Repeat verbatim, and only, the lines of the data below, beginning at the line that contains "drawing.draw(figure, snapshot)" and stopping after the line that contains "what lies between.".

(DATA EXTRACT Opens)

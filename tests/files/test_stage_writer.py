"""A stage file is written again with its values frozen, and nothing is overwritten."""

import os
from pathlib import Path

import pytest

from biasband.errors import BadlyWritten, BiasbandError, UsageError
from biasband.files import stage_writer
from biasband.files.stage_file import read_stage
from biasband.files.stage_writer import frozen_text, write_new

SAMPLE = Path(__file__).with_name("hive_microphone.toml").read_text(encoding="utf-8")
VALUES = {"R1": "62 kΩ", "R2": "13 kΩ", "RC": "3.6 kΩ", "RE": "1 kΩ"}


@pytest.fixture
def stage_path(tmp_path):
    path = tmp_path / "stage.toml"
    path.write_text(SAMPLE, encoding="utf-8")
    return path


def read_back(tmp_path: Path, text: str):
    path = tmp_path / "frozen.toml"
    path.write_bytes(text.encode())
    return read_stage(path)


def test_frozen_stage_has_the_values_and_all_else_as_it_was(stage_path, tmp_path):
    before, after = read_stage(stage_path), read_back(tmp_path, frozen_text(stage_path, VALUES))
    assert [resistor.value for resistor in after.resistors] == [62e3, 13e3, 3600.0, 1e3]
    assert after.resistor("RC").tolerance == 0.005
    for name in ("supply", "transistor", "ambient", "target", "signal", "requirements", "derating"):
        assert getattr(after, name) == getattr(before, name)


def test_comments_and_order_are_kept(stage_path):
    written = frozen_text(stage_path, {"RC": "3.6 kΩ"}).splitlines()
    kept = SAMPLE.splitlines()
    changed = [(old, new) for old, new in zip(kept, written, strict=True) if old != new]
    assert len(changed) == 1
    assert changed[0][1].startswith('value = "3.6 kΩ"')
    assert changed[0][1].endswith("# fixed by the user: not designed, not moved")


def test_tolerance_behind_the_old_value_stays_behind_the_new_one(stage_path, tmp_path):
    text = SAMPLE.replace('value = "3k3"', 'value = "3k3 ± 2 %"').replace('tolerance = "0.5 %"', "")
    stage_path.write_text(text, encoding="utf-8")
    resistor = read_back(tmp_path, frozen_text(stage_path, VALUES)).resistor("RC")
    assert (resistor.value, resistor.tolerance) == (3600.0, 0.02)


START, END = SAMPLE.index("[resistors]"), SAMPLE.index("[[require]]")
LAYOUTS = {
    "Windows line ends": SAMPLE.replace("\n", "\r\n"),
    "dotted keys": SAMPLE[:START] + '[resistors]\nRC.value = "3k3"\n' + SAMPLE[END:],
    "dotted keys at the top": 'resistors.RC.value = "3k3"\n' + SAMPLE[:START] + SAMPLE[END:],
    "inline table": SAMPLE[:START] + '[resistors]\nRC = { value = "3k3" }\n' + SAMPLE[END:],
    "inline section": 'resistors = { RC = { value = "3k3" } }\n' + SAMPLE[:START] + SAMPLE[END:],
    "empty tables": SAMPLE[:START] + "[resistors.RE]\n[resistors.RC]\n" + SAMPLE[END:],
    "no section": SAMPLE[:START] + SAMPLE[END:],
}


@pytest.mark.parametrize("layout", LAYOUTS)
def test_other_layouts_are_frozen_too(stage_path, tmp_path, layout):
    stage_path.write_bytes(LAYOUTS[layout].encode())
    after = read_back(tmp_path, frozen_text(stage_path, VALUES))
    assert [resistor.value for resistor in after.resistors] == [62e3, 13e3, 3600.0, 1e3]


@pytest.mark.parametrize("folder", ["elsewhere", "elsewhere/deep", "parts", "."])
def test_transistor_file_is_found_from_another_folder(tmp_path, folder):
    start, end = SAMPLE.index("type = "), SAMPLE.index("[target]")
    (tmp_path / "parts").mkdir()
    (tmp_path / "parts" / "invented.toml").write_text(SAMPLE[start:end], encoding="utf-8")
    path, new = tmp_path / "stage.toml", tmp_path / folder / "new.toml"
    new.parent.mkdir(parents=True, exist_ok=True)
    path.write_text(SAMPLE[:start] + 'file = "parts/invented.toml"\n' + SAMPLE[end:], encoding="utf-8")
    write_new(new, frozen_text(path, VALUES, new_path=new))
    assert read_stage(new).transistor == read_stage(path).transistor


def test_value_of_an_unknown_resistor_is_refused(stage_path):
    with pytest.raises(UsageError, match="has no part R9; allowed: R1, R2, RC, RE"):
        frozen_text(stage_path, {"R9": "1 kΩ"})


def test_faulty_stage_is_refused(tmp_path):
    with pytest.raises(BadlyWritten, match="no such file"):
        frozen_text(tmp_path / "missing.toml", VALUES)


def test_layout_beyond_rewriting_is_refused_not_written_wrong(stage_path):
    apart = SAMPLE[:START] + "[resistors.RE]\n" + SAMPLE[END:] + "[resistors]\n[resistors.RC]\n"
    stage_path.write_text(apart, encoding="utf-8")
    with pytest.raises(BiasbandError, match="set the values by hand: R1 62 kΩ, R2"):
        frozen_text(stage_path, VALUES)


def test_text_that_says_something_else_is_never_returned(stage_path, monkeypatch):
    monkeypatch.setattr(stage_writer.tomlkit, "dumps", lambda document: SAMPLE)
    with pytest.raises(BiasbandError, match=r"set the values by hand: RC 3\.6 kΩ"):
        frozen_text(stage_path, {"RC": "3.6 kΩ"})


def test_existing_file_is_never_overwritten(stage_path):
    with pytest.raises(UsageError, match="exists already and was left as it is"):
        write_new(stage_path, "new")
    assert stage_path.read_text(encoding="utf-8") == SAMPLE


def test_folder_in_the_place_of_a_file_is_left(tmp_path):
    with pytest.raises(UsageError, match="exists already"):
        write_new(tmp_path, "new")


def test_missing_folder_is_told(tmp_path):
    with pytest.raises(UsageError, match="there is no such folder"):
        write_new(tmp_path / "missing" / "new.toml", "new")


@pytest.mark.parametrize("name", ["a\0b.toml", "n" * 5000])
def test_impossible_name_is_told(tmp_path, name):
    with pytest.raises(UsageError, match="cannot be written"):
        write_new(os.path.join(tmp_path, name), "new")


def test_missing_permission_is_told(tmp_path, monkeypatch):
    # The permission itself cannot be taken away where the tests run as root.
    def refuse(*_args, **_options):
        raise PermissionError(13, "Permission denied")

    monkeypatch.setattr("builtins.open", refuse)
    with pytest.raises(UsageError, match="cannot be written: Permission denied"):
        write_new(tmp_path / "new.toml", "new")
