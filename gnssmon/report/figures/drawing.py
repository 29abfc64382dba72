"""What a figure of the report is, and how it becomes SVG: sizes for paper, colours that survive poor eyes and printers.

Matplotlib is imported only when a figure is drawn.
"""

from __future__ import annotations

import io
import re
from collections.abc import Callable
from dataclasses import dataclass
from typing import Any

import numpy as np
import numpy.typing as npt

from gnssmon.snapshot import Snapshot

HALF_MM, FULL_MM = 88.0, 180.0
"""Widths that fit side by side, or alone, between the margins of A4 and Letter."""

INK, GREY, PALE = "#222222", "#777777", "#dddddd"
COLOURS = ("#0072B2", "#E69F00", "#009E73", "#D55E00", "#CC79A7", "#56B4E9", "#8C6D1F", "#000000")
"""Told apart by colour-blind people: M. Okabe & K. Ito, Color Universal Design (2008); their yellow made darker."""
MARKERS = "osD^vPX*"

GAP = 2.5
FEW_POINTS = 60
"""So few points of a line are marked, so that one that stands alone is seen."""

QUALITIES = {
    0: ("no fix", "#D55E00"),
    1: ("autonomous", "#56B4E9"),
    2: ("differential", "#0072B2"),
    3: ("precise", "#8C6D1F"),
    4: ("RTK fixed", "#009E73"),
    5: ("RTK float", "#E69F00"),
    6: ("estimated", "#CC79A7"),
    7: ("manual", "#777777"),
    8: ("simulated", "#000000"),
}
"""Names and colours of the GGA quality indicator."""

STYLE = {
    "font.family": ["DejaVu Sans", "sans-serif"],
    "font.size": 7.0,
    "axes.labelsize": 7.0,
    "axes.edgecolor": GREY,
    "axes.linewidth": 0.6,
    "axes.grid": True,
    "axes.axisbelow": True,
    "axes.spines.top": False,
    "axes.spines.right": False,
    "grid.color": PALE,
    "grid.linewidth": 0.5,
    "xtick.color": INK,
    "ytick.color": INK,
    "xtick.major.width": 0.6,
    "ytick.major.width": 0.6,
    "legend.fontsize": 6.5,
    "legend.frameon": False,
    "lines.linewidth": 1.0,
    "lines.markersize": 3.0,
    "hatch.linewidth": 0.4,
    "svg.fonttype": "path",
    "text.parse_math": False,
}


@dataclass(frozen=True, slots=True, kw_only=True)
class Drawing:
    """One figure of the report."""

    key: str
    title: str
    caption: str
    """What is seen, in one or two sentences."""
    width_mm: float
    height_mm: float
    drawable: Callable[[Snapshot], bool]
    """Whether there is anything to draw."""
    draw: Callable[[Any, Snapshot], None]
    """Takes an empty Matplotlib figure of the right size."""


def svg(drawing: Drawing, snapshot: Snapshot) -> str | None:
    """The figure as an ``<svg>`` element that stands alone; None where there is nothing to draw."""
    if not drawing.drawable(snapshot):
        return None
    import matplotlib
    from matplotlib.figure import Figure

    # With a fixed salt the identifiers are the same from run to run; below they are kept apart from other figures'.
    style: Any = {**STYLE, "svg.hashsalt": "gnssmon"}
    with matplotlib.rc_context(style):
        figure = Figure(figsize=(drawing.width_mm / 25.4, drawing.height_mm / 25.4), layout="constrained")
        drawing.draw(figure, snapshot)
        out = io.StringIO()
        figure.savefig(out, format="svg", metadata=dict.fromkeys(("Date", "Creator", "Format", "Type")))
    text = out.getvalue()
    text = re.sub(r'( id="|href="#|url\(#)', rf"\1{drawing.key}-", text)
    return text[text.index("<svg") :].replace("<svg ", f'<svg role="img" aria-label="{drawing.title}" ', 1)


def moments(axis_ms: npt.NDArray[np.int64], snapshot: Snapshot) -> npt.NDArray[np.datetime64]:
    """Instants of the time axis as UTC for a time axis on paper, shape as given."""
    return (axis_ms + (snapshot.utc_offset_ms or 0)).astype("datetime64[ms]")


def broken(
    minute: npt.NDArray[np.int64], values: npt.NDArray[np.float64]
) -> tuple[npt.NDArray[np.int64], npt.NDArray[np.float64]]:
    """The same series with a NaN in each gap, so that a line does not pretend to know what lies between.

    ``minute`` has shape (t,), ``values`` shape (t,) or (t, k). A gap is a step of more than ``GAP`` usual ones.
    """
    if len(minute) < 3:
        return minute, values
    steps = np.diff(minute)
    after = np.flatnonzero(steps > GAP * np.median(steps)) + 1
    return np.insert(minute, after, minute[after - 1] + 1), np.insert(values, after, np.nan, axis=0)


def time_axis(axes: Any, snapshot: Snapshot) -> None:
    """Label the horizontal axis as UTC; without a date only the time of day is shown."""
    import matplotlib.dates

    dates: Any = matplotlib.dates
    locator = dates.AutoDateLocator(minticks=4, maxticks=9)
    axes.xaxis.set_major_locator(locator)
    dated = snapshot.utc_offset_ms is not None
    axes.xaxis.set_major_formatter(dates.ConciseDateFormatter(locator) if dated else dates.DateFormatter("%H:%M:%S"))
    axes.set_xlabel("UTC")


def colour(index: int) -> str:
    return COLOURS[index % len(COLOURS)]


def dome(axes: Any) -> None:
    """Prepare equal axes as the sky laid on a map: north up, east right, the zenith in the middle."""
    axes.set_aspect("equal")
    axes.set_xlim(-103, 103)
    axes.set_ylim(-103, 103)
    axes.axis("off")
    turn = np.radians(np.arange(0.0, 361.0, 3.0))
    for elevation_deg in (0, 30, 60):
        radius = 90.0 - elevation_deg
        axes.plot(radius * np.sin(turn), radius * np.cos(turn), color=GREY, linewidth=0.5, zorder=5)
        if elevation_deg:
            axes.text(0, radius, f"{elevation_deg}°", fontsize=5.5, color=GREY, ha="center", va="center", zorder=6)
    for name, azimuth_deg in (("N", 0.0), ("E", 90.0), ("S", 180.0), ("W", 270.0)):
        x, y = on_dome(np.array([azimuth_deg]), np.array([-8.0]))
        axes.text(x[0], y[0], name, ha="center", va="center", fontsize=7.5, fontweight="bold")


def on_dome(
    azimuth_deg: npt.NDArray[np.float64], elevation_deg: npt.NDArray[np.float64]
) -> tuple[npt.NDArray[np.float64], npt.NDArray[np.float64]]:
    """Where directions stand on the dome: x to the east, y to the north, radius 90 minus elevation; shapes as given."""
    radius, turn = 90.0 - elevation_deg, np.radians(azimuth_deg)
    return radius * np.sin(turn), radius * np.cos(turn)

(DATA EXTRACT Closes)

(RESULT):
        drawing.draw(figure, snapshot)
        out = io.StringIO()
        figure.savefig(out, format="svg", metadata=dict.fromkeys(("Date", "Creator", "Format", "Type")))
    text = out.getvalue()
    text = re.sub(r'( id="|href="#|url\(#)', rf"\1{drawing.key}-", text)
    return text[text.index("<svg") :].replace("<svg ", f'<svg role="img" aria-label="{drawing.title}" ', 1)


def moments(axis_ms: npt.NDArray[np.int64], snapshot: Snapshot) -> npt.NDArray[np.datetime64]:
    """Instants of the time axis as UTC for a time axis on paper, shape as given."""
    return (axis_ms + (snapshot.utc_offset_ms or 0)).astype("datetime64[ms]")


def broken(
    minute: npt.NDArray[np.int64], values: npt.NDArray[np.float64]
) -> tuple[npt.NDArray[np.int64], npt.NDArray[np.float64]]:
    """The same series with a NaN in each gap, so that a line does not pretend to know what lies between.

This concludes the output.